Task data:
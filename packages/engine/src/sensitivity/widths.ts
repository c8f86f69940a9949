import type {
  CampaignDocument,
  Hypothesis,
  Observable,
  Parameter,
  Prior,
  Reference,
  Tolerance,
} from "@weighhouse/campaign/document";

/** All that is uncertain by declaration, made wider or narrower by a factor about its middle. */
export function withTolerances(document: CampaignDocument, factor: number): CampaignDocument {
  const hypotheses = document.hypotheses.map((hypothesis): Hypothesis => ({
    ...hypothesis,
    predictions: hypothesis.predictions.map((prediction) => ({
      ...prediction,
      tolerance:
        prediction.tolerance === null
          ? null
          : widerTolerance(
              prediction.tolerance,
              observableOf(document, prediction.measurand),
              factor,
            ),
    })),
  }));
  return { ...document, hypotheses };
}

/** One-sided tolerances have no width: they stay. */
function widerTolerance(tolerance: Tolerance, observable: Observable, factor: number): Tolerance {
  switch (tolerance.family) {
    case "normal":
    case "gamma":
      return { ...tolerance, sd: tolerance.sd * factor };
    case "interval":
      return { ...tolerance, ...widerRange(tolerance, observable, factor) };
    case "splitNormal":
      return { ...tolerance, plus: tolerance.plus * factor, minus: tolerance.minus * factor };
    case "atMost":
    case "atLeast":
      return tolerance;
  }
}

/** Every reference's width; its scatter stays. */
export function withReferences(document: CampaignDocument, factor: number): CampaignDocument {
  const wider = <Part extends { key: string; reference: Reference | null }>(part: Part): Part => ({
    ...part,
    reference:
      part.reference === null
        ? null
        : widerReference(part.reference, observableOf(document, part.key), factor),
  });
  return {
    ...document,
    measurands: document.measurands.map(wider),
    derived: document.derived.map(wider),
  };
}

function widerReference(reference: Reference, observable: Observable, factor: number): Reference {
  if (reference.family !== "uniform") return { ...reference, sd: reference.sd * factor };
  const { lower, upper } = widerRange(reference, observable, factor);
  return { ...reference, lower: observable.scale === "count" ? Math.max(0, lower) : lower, upper };
}

/** A range about its middle in scoring space; on a circle never more than the whole of it. */
function widerRange(
  { lower, upper }: { lower: number; upper: number },
  { scale, period }: Observable,
  factor: number,
): { lower: number; upper: number } {
  if (scale === "log10") {
    const middle = Math.sqrt(lower) * Math.sqrt(upper);
    const half = (upper / lower) ** (factor / 2);
    return { lower: middle / half, upper: middle * half };
  }
  if (scale === "cyclic" && period !== null) {
    const span = (((upper - lower) % period) + period) % period || period;
    const half = Math.min((span * factor) / 2, (period * (1 - 1e-12)) / 2);
    return { lower: lower + span / 2 - half, upper: lower + span / 2 + half };
  }
  const half = ((upper - lower) * factor) / 2;
  const middle = lower + (upper - lower) / 2;
  return { lower: middle - half, upper: middle + half };
}

/** One parameter's prior. */
export function withPrior(
  document: CampaignDocument,
  { hypothesis, parameter }: { hypothesis: string; parameter: string },
  factor: number,
): CampaignDocument {
  const change = (one: Parameter): Parameter =>
    one.key === parameter ? { ...one, prior: widerPrior(one.prior, factor) } : one;
  const hypotheses = document.hypotheses.map((one) =>
    one.key === hypothesis ? { ...one, parameters: one.parameters.map(change) } : one,
  );
  return { ...document, hypotheses };
}

function widerPrior(prior: Prior, factor: number): Prior {
  switch (prior.family) {
    case "normal":
    case "halfnormal":
      return { ...prior, sd: prior.sd * factor };
    case "lognormal":
      return { ...prior, sdLog10: prior.sdLog10 * factor };
    case "uniform": {
      const half = ((prior.upper - prior.lower) * factor) / 2;
      const middle = prior.lower + (prior.upper - prior.lower) / 2;
      return { ...prior, lower: middle - half, upper: middle + half };
    }
    case "loguniform": {
      const middle = Math.sqrt(prior.lower) * Math.sqrt(prior.upper);
      const half = (prior.upper / prior.lower) ** (factor / 2);
      return { ...prior, lower: middle / half, upper: middle * half };
    }
    case "fixed":
      return prior;
  }
}

function observableOf({ measurands, derived, observables }: CampaignDocument, key: string) {
  const part = [...measurands, ...derived].find((one) => one.key === key)!;
  return observables.find((one) => one.key === part.observable)!;
}
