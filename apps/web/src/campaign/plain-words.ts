import type {
  Measurand,
  Measurement,
  Observable,
  Prediction,
  Reference,
} from "@weighhouse/campaign/document";
import { unitText } from "@/look/unit-text";
import { formatInterval, formatMeasured, formatNumber } from "@weighhouse/figures/numbers";

/** A no-model range (reference) in words: `anything from −1 to 4 arcsec alike`. */
export function referenceInWords(reference: Reference | null, observable: Observable): string {
  const unit = unitOf(observable);
  if (reference === null) {
    return observable.scale === "event" ? "even odds" : "any direction alike";
  }
  const scatter = reference.scatter > 0 ? `, scatter ${formatNumber(reference.scatter)}` : "";
  return rangeInWords(reference, observable, unit) + scatter;
}

function rangeInWords(reference: Reference, observable: Observable, unit: string): string {
  const spread = observable.scale === "log10" ? "\u00a0dex" : unit;
  switch (reference.family) {
    case "uniform":
      return `${formatInterval(reference.lower, reference.upper)}${unit}, all alike${observable.scale === "log10" ? " in log₁₀" : ""}`;
    case "normal":
      return `normal about ${formatNumber(reference.mean)}${unit}, sd ${formatNumber(reference.sd)}${spread}`;
    case "polynomial":
      return `polynomial of degree ${reference.degree} in ${reference.in} about ${formatNumber(reference.centre)}${unit}, sd ${formatNumber(reference.sd)}${spread}`;
    case "gamma":
      return `gamma about ${formatNumber(reference.mean)}${unit}, sd ${formatNumber(reference.sd)}${unit}`;
  }
}

/** What is predicted, with its theory error (tolerance): `1.75 ± 0.10 arcsec`. */
export function predictionInWords(prediction: Prediction, observable: Observable): string {
  const { expected, tolerance, probability } = prediction;
  const unit = unitOf(observable);
  if (probability !== null) return `probability ${formatNumber(probability)}`;
  const value = typeof expected === "number" ? formatNumber(expected) : expected;
  if (tolerance === null) return value === null ? "nothing" : `exactly ${value}${unit}`;
  switch (tolerance.family) {
    case "normal": {
      if (tolerance.relative) {
        return `${value}${unit} ± ${formatNumber(tolerance.sd * 100)}\u00a0% (sd)`;
      }
      const spread = observable.scale === "log10" ? "\u00a0dex" : unit;
      return `${value}${observable.scale === "log10" ? unit : ""} ± ${formatNumber(tolerance.sd)}${spread} (sd)`;
    }
    case "interval":
      return `${formatInterval(tolerance.lower, tolerance.upper)}${unit}`;
    case "atMost":
      return `at most ${formatNumber(tolerance.bound)}${unit}`;
    case "atLeast":
      return `at least ${formatNumber(tolerance.bound)}${unit}`;
    case "splitNormal":
      return `${value} +${formatNumber(tolerance.plus)} −${formatNumber(tolerance.minus)}${unit}`;
    case "gamma":
      return `gamma about ${formatNumber(tolerance.mean)}${unit}, sd ${formatNumber(tolerance.sd)}`;
  }
}

/** A measurement's result as it was posted, with the unit that it was posted in. */
export function resultInWords(measurement: Measurement, observable: Observable): string {
  const posted = measurement.unit ?? observable.unit;
  const unit = posted === null ? null : unitText(posted);
  const { value } = measurement;
  if (measurement.occurred !== null) return measurement.occurred ? "occurred" : "did not occur";
  if (measurement.count !== null) return `${measurement.count} counted`;
  if (value === null) return "no value";
  if (measurement.limit !== null) {
    return `${limitSigns[measurement.limit]} ${formatMeasured(value, measurement.sd, { scale: "linear", unit })}${limitConfidence(measurement)}`;
  }
  if (measurement.plus !== null && measurement.minus !== null) {
    return `${formatNumber(value)} +${formatNumber(measurement.plus)} −${formatNumber(measurement.minus)}${unitOf({ unit })}`;
  }
  const dex = measurement.sdDex !== null;
  return formatMeasured(value, measurement.sdDex ?? measurement.sd, {
    scale: dex ? "log10" : "linear",
    unit,
  });
}

const limitSigns = { upper: "<", lower: ">", fainter: "fainter than", brighter: "brighter than" };

function limitConfidence({ confidence, sigmas }: Measurement): string {
  if (confidence !== null) return ` (${formatNumber(confidence * 100)}\u00a0%)`;
  return sigmas === null ? "" : ` (${formatNumber(sigmas)} σ)`;
}

export function unitOf({ unit }: { unit: string | null }): string {
  return unit === null || unit === "1" ? "" : `\u00a0${unitText(unit)}`;
}

/** Where the conditions lie that a quantity is declared for: `depth 2 to 40 m`. */
export function conditionsInWords(measurand: Measurand, observable: Observable): string[] {
  return Object.entries(measurand.where).map(([key, [from, to]]) => {
    const condition = observable.conditions.find((each) => each.key === key);
    return `${condition?.title ?? key} ${formatInterval(from, to)}${unitOf({ unit: condition?.unit ?? null })}`;
  });
}
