import { clocks } from "@weighhouse/campaign/entries";
import { readLines } from "./archive-text";
import type { Files } from "./container";
import { notChecked, notPresent, ok } from "./line";
import type { CheckLine } from "./line";
import { PAYLOADS } from "../layout";

/** What entry 0 says of the ledger. */
export type Opening = { ledger: string; clock: (typeof clocks)[number] };

/** Reads entry 0's payload by itself, so that a fault in another leaves the ledger its name. */
export function openingOf(files: Files): Opening | null {
  const read = readLines(files, PAYLOADS);
  if (!read.ok) return null;
  let payload: unknown;
  try {
    payload = JSON.parse(read.lines[0] as string);
  } catch {
    return null;
  }
  if (typeof payload !== "object" || payload === null) return null;
  const { ledger, clock } = payload as Record<string, unknown>;
  if (typeof ledger !== "string") return null;
  const known = clocks.find((one) => one === clock);
  return known === undefined ? null : { ledger, clock: known };
}

/** A simulated clock is said aloud: its ledger's times prove nothing. */
export function checkClock(opening: Opening | null): CheckLine {
  if (opening === null) return notChecked("clock", "payloads");
  if (opening.clock === "real") return ok("clock", "times are the database's, by entry 0");
  return notPresent(
    "clock",
    "simulated, by entry 0: the times were given by a program (a demonstration or a test), not read from a clock",
  );
}
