import "server-only";
import type { Problem } from "@weighhouse/campaign/problem";
import type { Standings } from "@weighhouse/campaign/standings";
import { cache } from "react";
import { readFor, refusalOf } from "./reader";

/** The campaign as of a size (null: now), read once a request however many parts of a page ask. */
export const readCampaign = cache((key: string, size: number | null) =>
  readFor(`/campaigns/${key}`, (caller) => caller.campaigns.get({ key, ...sizeOf(size) })),
);

/** Standings as of a size, or why the document cannot be scored. */
export type StandingsView = { size: number; latestSize: number; state: "current" | "scoring" } & (
  { standings: Standings; problems: null } | { standings: null; problems: Problem[] }
);

export const readStandings = cache(
  async (key: string, size: number | null): Promise<StandingsView> => {
    // Asked first: who may not see the campaign is answered by that, and its size may be needed.
    const view = await readCampaign(key, size);
    try {
      const scored = await readFor(`/campaigns/${key}`, (caller) =>
        caller.standings.get({ key, ...sizeOf(size) }),
      );
      return { ...scored, problems: null };
    } catch (error) {
      const refusal = refusalOf(error);
      if (refusal?.code !== "invalid") throw error;
      const { size: at, latestSize } = view;
      return {
        size: at,
        latestSize,
        state: "current",
        standings: null,
        problems: refusal.problems,
      };
    }
  },
);

export const readTimeline = cache((key: string) =>
  readFor(`/campaigns/${key}`, (caller) => caller.standings.timeline({ key })),
);

export type CampaignView = Awaited<ReturnType<typeof readCampaign>>;

/** `?size=` of a page's address: a whole number from 1, else null, which means now. */
export function sizeFrom(search: { size?: string | string[] }): number | null {
  const text = Array.isArray(search.size) ? search.size[0] : search.size;
  return text !== undefined && /^[1-9]\d{0,14}$/.test(text) ? Number(text) : null;
}

function sizeOf(size: number | null): { size?: number } {
  return size === null ? {} : { size };
}
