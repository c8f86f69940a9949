import type { ListedCampaign } from "@weighhouse/desk/list-campaigns";
import { formatCount } from "@weighhouse/figures/numbers";
import { formatLog10B } from "@weighhouse/figures/standing-numbers";
import Link from "next/link";
import { Num } from "@/look/number";
import { Table } from "@/look/table";
import { Time } from "@/look/time";

/** The campaigns as a table: title, teams, when registration closes, last measurement, leader. */
export function CampaignRows({ campaigns }: { campaigns: readonly ListedCampaign[] }) {
  return (
    <Table
      caption="Campaigns"
      head={
        <tr>
          <th scope="col">Campaign</th>
          <th scope="col" className="number">
            Teams
          </th>
          <th scope="col" className="number">
            Hypotheses
          </th>
          <th scope="col">Registration closes</th>
          <th scope="col">Last measurement</th>
          <th scope="col">
            Leads <span className="gloss">by log₁₀ B over the next</span>
          </th>
        </tr>
      }
    >
      {campaigns.map((campaign) => (
        <CampaignRow key={campaign.key} campaign={campaign} />
      ))}
    </Table>
  );
}

function CampaignRow({ campaign }: { campaign: ListedCampaign }) {
  return (
    <tr>
      <th scope="row" className="sm:max-w-[30em]">
        <Link href={`/campaigns/${campaign.key}`} className="link font-semibold">
          {campaign.title}
        </Link>
        {campaign.visibility === "members" ? <span className="gloss"> members only</span> : null}
        {campaign.role === "coordinator" || campaign.role === "member" ? (
          <span className="gloss"> you: {campaign.role}</span>
        ) : null}
      </th>
      <td data-label="Teams" className="number">
        {formatCount(campaign.teams)}
      </td>
      <td data-label="Hypotheses" className="number">
        {formatCount(campaign.hypotheses)}
      </td>
      <td data-label="Registration closes">
        {campaign.registrationCloses ? (
          <Time at={campaign.registrationCloses} />
        ) : (
          <span className="text-quiet">open</span>
        )}
      </td>
      <td data-label="Last measurement">
        {campaign.lastMeasurementAt ? (
          <span>
            <Time at={campaign.lastMeasurementAt} dateOnly />
            <span className="text-quiet">, {formatCount(campaign.measurements)} in all</span>
          </span>
        ) : (
          <span className="text-quiet">none yet</span>
        )}
      </td>
      <td data-label="Leads">
        <Leader leader={campaign.leader} />
      </td>
    </tr>
  );
}

function Leader({ leader }: { leader: ListedCampaign["leader"] }) {
  if (leader === null) return <span className="text-quiet">nothing weighed yet</span>;
  return (
    <span>
      {leader.title}
      {leader.log10Lead === null ? null : (
        <span className="whitespace-nowrap text-quiet">
          {" "}
          by <Num text={formatLog10B(leader.log10Lead)} exact={leader.log10Lead} />
        </span>
      )}
    </span>
  );
}
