import type { CampaignDocument, Measurement } from "@weighhouse/campaign/document";
import type { ChangeKind } from "@weighhouse/campaign/sensitivity";
import type { Standings } from "@weighhouse/campaign/standings";
import { withPrior, withReferences, withTolerances } from "./widths";

/** A campaign as it would be with one thing changed. */
export interface Change {
  kind: ChangeKind;
  /** What was changed; null: all of its kind. */
  key: string | null;
  document: CampaignDocument;
}

/** Every change of section 10, single measurements apart, that would change something. */
export function changesOf(document: CampaignDocument, standings: Standings): Change[] {
  return [
    ...withoutParts(document),
    ...withoutProvisional(document),
    ...onlyBeforeObservation(document, standings),
    ...swappedAlternatives(document),
    ...otherSharedErrors(document),
    ...otherWidths(document),
    ...inflatedDisagreements(document, standings),
    ...equalWeights(document),
  ];
}

/** The campaign without some of its measurements; its declarations and its first dates stay. */
export function without(
  document: CampaignDocument,
  goes: (measurement: Measurement) => boolean,
): CampaignDocument {
  const measurements = document.measurements.filter((one) => !goes(one));
  if (document.correlations.length === 0) return { ...document, measurements };
  const ids = new Set(measurements.map(({ id }) => id));
  const correlations = document.correlations.filter(({ a, b }) => ids.has(a) && ids.has(b));
  return { ...document, measurements, correlations };
}

function withoutParts(document: CampaignDocument): Change[] {
  const fields = [
    ["without-facility", "facility"],
    ["without-measurand", "measurand"],
    ["without-team", "team"],
  ] as const;
  return fields.flatMap(([kind, field]) =>
    countedValues(document, field).map((key) => ({
      kind,
      key,
      document: without(document, (one) => one[field] === key),
    })),
  );
}

/** What stands in a field of counted measurements, in the order of its first appearance. */
function countedValues(
  { measurements }: CampaignDocument,
  field: "facility" | "measurand" | "team",
): string[] {
  const values = new Set<string>();
  for (const one of measurements) {
    const value = one[field];
    if (one.setAside === null && value !== null) values.add(value);
  }
  return [...values];
}

function withoutProvisional(document: CampaignDocument): Change[] {
  const provisional = (one: Measurement) => one.status === "provisional";
  if (!document.measurements.some((one) => one.setAside === null && provisional(one))) return [];
  return [{ kind: "without-provisional", key: null, document: without(document, provisional) }];
}

function onlyBeforeObservation(document: CampaignDocument, { verdicts }: Standings): Change[] {
  const early = new Set(
    verdicts
      .filter(({ order }) => order === "before-observation")
      .map(({ hypothesis, measurand }) => `${hypothesis} ${measurand}`),
  );
  // Without dates, or with none that early, nothing would be left to compare.
  if (early.size === 0) return [];
  const hypotheses = document.hypotheses.map((one) => ({
    ...one,
    predictions: one.predictions.filter(({ measurand }) => early.has(`${one.key} ${measurand}`)),
    toleranceCorrelations: one.toleranceCorrelations.filter(
      ({ a, b }) => early.has(`${one.key} ${a}`) && early.has(`${one.key} ${b}`),
    ),
  }));
  const some = hypotheses.some(
    ({ predictions }, i) => predictions.length < document.hypotheses[i]!.predictions.length,
  );
  if (!some) return [];
  return [{ kind: "only-before-observation", key: null, document: { ...document, hypotheses } }];
}

/** A measurement set aside for another reading of the same data, counted in that one's place. */
function swappedAlternatives(document: CampaignDocument): Change[] {
  const counted = new Set(
    document.measurements.filter((one) => one.setAside === null).map(({ sameData }) => sameData),
  );
  const alternatives = document.measurements.filter(
    (one) => one.setAside !== null && one.sameData !== null && counted.has(one.sameData),
  );
  return alternatives.filter(isComplete).map((alternative) => ({
    kind: "same-data-swapped",
    key: alternative.id,
    document: {
      ...document,
      measurements: document.measurements.map((one) => {
        if (one === alternative) return { ...one, setAside: null };
        if (one.sameData !== alternative.sameData || one.setAside !== null) return one;
        return { ...one, setAside: { reason: `in favour of ${alternative.id}` } };
      }),
    },
  }));
}

/** Whether it has a result that could be counted: one that is set aside needs no uncertainty. */
function isComplete(one: Measurement): boolean {
  const { sd, sdDex, plus, confidence, sigmas, occurred, count } = one;
  return [sd, sdDex, plus, confidence, sigmas, occurred, count].some((field) => field !== null);
}

function otherSharedErrors(document: CampaignDocument): Change[] {
  const loaded = new Set(
    document.measurements.flatMap(({ shared, setAside }) =>
      setAside === null ? shared.map(({ error }) => error) : [],
    ),
  );
  return document.sharedErrors
    .filter(({ key }) => loaded.has(key))
    .flatMap(({ key }): Change[] => {
      const sharedErrors = document.sharedErrors.map((one) =>
        one.key === key ? { ...one, sd: 2 * one.sd } : one,
      );
      const measurements = document.measurements.map((one) => ({
        ...one,
        shared: one.shared.filter(({ error }) => error !== key),
      }));
      return [
        { kind: "shared-error-doubled", key, document: { ...document, sharedErrors } },
        { kind: "shared-error-absent", key, document: { ...document, measurements } },
      ];
    });
}

function otherWidths(document: CampaignDocument): Change[] {
  const tolerances = document.hypotheses.some(({ predictions }) =>
    predictions.some(({ tolerance }) => tolerance !== null),
  );
  const free = document.hypotheses.flatMap(({ key: hypothesis, parameters }) =>
    parameters
      .filter(({ prior }) => prior.family !== "fixed")
      .map(({ key: parameter }) => ({ hypothesis, parameter })),
  );
  const priors = free.flatMap((one): Change[] => {
    const key = `${one.hypothesis}/${one.parameter}`;
    return [
      { kind: "prior-halved", key, document: withPrior(document, one, 0.5) },
      { kind: "prior-doubled", key, document: withPrior(document, one, 2) },
    ];
  });
  const both: Change[] = [
    { kind: "tolerances-halved", key: null, document: withTolerances(document, 0.5) },
    { kind: "tolerances-doubled", key: null, document: withTolerances(document, 2) },
  ];
  return [
    ...(tolerances ? both : []),
    ...priors,
    { kind: "references-doubled", key: null, document: withReferences(document, 2) },
  ];
}

/** The independent uncertainties of disagreeing measurands times their Birge ratio. */
function inflatedDisagreements(document: CampaignDocument, standings: Standings): Change[] {
  const ratios = new Map<string, number>();
  for (const { code, at } of standings.warnings) {
    const place = /^\/measurands\/(\d+)$/.exec(at)?.[1];
    if (code !== "disagreeing-measurements" || place === undefined) continue;
    const { key } = document.measurands[Number(place)]!;
    const ratio = standings.measurands.find((one) => one.key === key)?.combined?.birgeRatio;
    if (ratio !== null && ratio !== undefined) ratios.set(key, ratio);
  }
  if (ratios.size === 0) return [];
  const measurements = document.measurements.map((one) => {
    const ratio = ratios.get(one.measurand);
    if (ratio === undefined) return one;
    const times = (width: number | null) => (width === null ? null : width * ratio);
    const { sd, sdDex, plus, minus } = one;
    return { ...one, sd: times(sd), sdDex: times(sdDex), plus: times(plus), minus: times(minus) };
  });
  return [{ kind: "disagreeing-inflated", key: null, document: { ...document, measurements } }];
}

function equalWeights(document: CampaignDocument): Change[] {
  const unequal = document.hypotheses.some(({ weight, group }) => weight !== 1 || group !== null);
  if (!unequal) return [];
  const hypotheses = document.hypotheses.map((one) => ({ ...one, weight: 1, group: null }));
  return [{ kind: "equal-weights", key: null, document: { ...document, hypotheses } }];
}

Action item: In the listing above, find the line containing "export function openingOf(files: Files): Opening" and the line containing "page ask. */", then quote both, plus every line between them, exactly as written.

Solution:
export function openingOf(files: Files): Opening | null {
  const read = readLines(files, PAYLOADS);
  if (!read.ok) return null;
  let payload: unknown;
  try {
    payload = JSON.parse(read.lines[0] as string);
  } catch {
    return null;
  }
  if (typeof payload !== "object" || payload === null) return null;
  const { ledger, clock } = payload as Record<string, unknown>;
  if (typeof ledger !== "string") return null;
  const known = clocks.find((one) => one === clock);
  return known === undefined ? null : { ledger, clock: known };
}

/** A simulated clock is said aloud: its ledger's times prove nothing. */
export function checkClock(opening: Opening | null): CheckLine {
  if (opening === null) return notChecked("clock", "payloads");
  if (opening.clock === "real") return ok("clock", "times are the database's, by entry 0");
  return notPresent(
    "clock",
    "simulated, by entry 0: the times were given by a program (a demonstration or a test), not read from a clock",
  );
}
import "server-only";
import type { Problem } from "@weighhouse/campaign/problem";
import type { Standings } from "@weighhouse/campaign/standings";
import { cache } from "react";
import { readFor, refusalOf } from "./reader";

/** The campaign as of a size (null: now), read once a request however many parts of a page ask. */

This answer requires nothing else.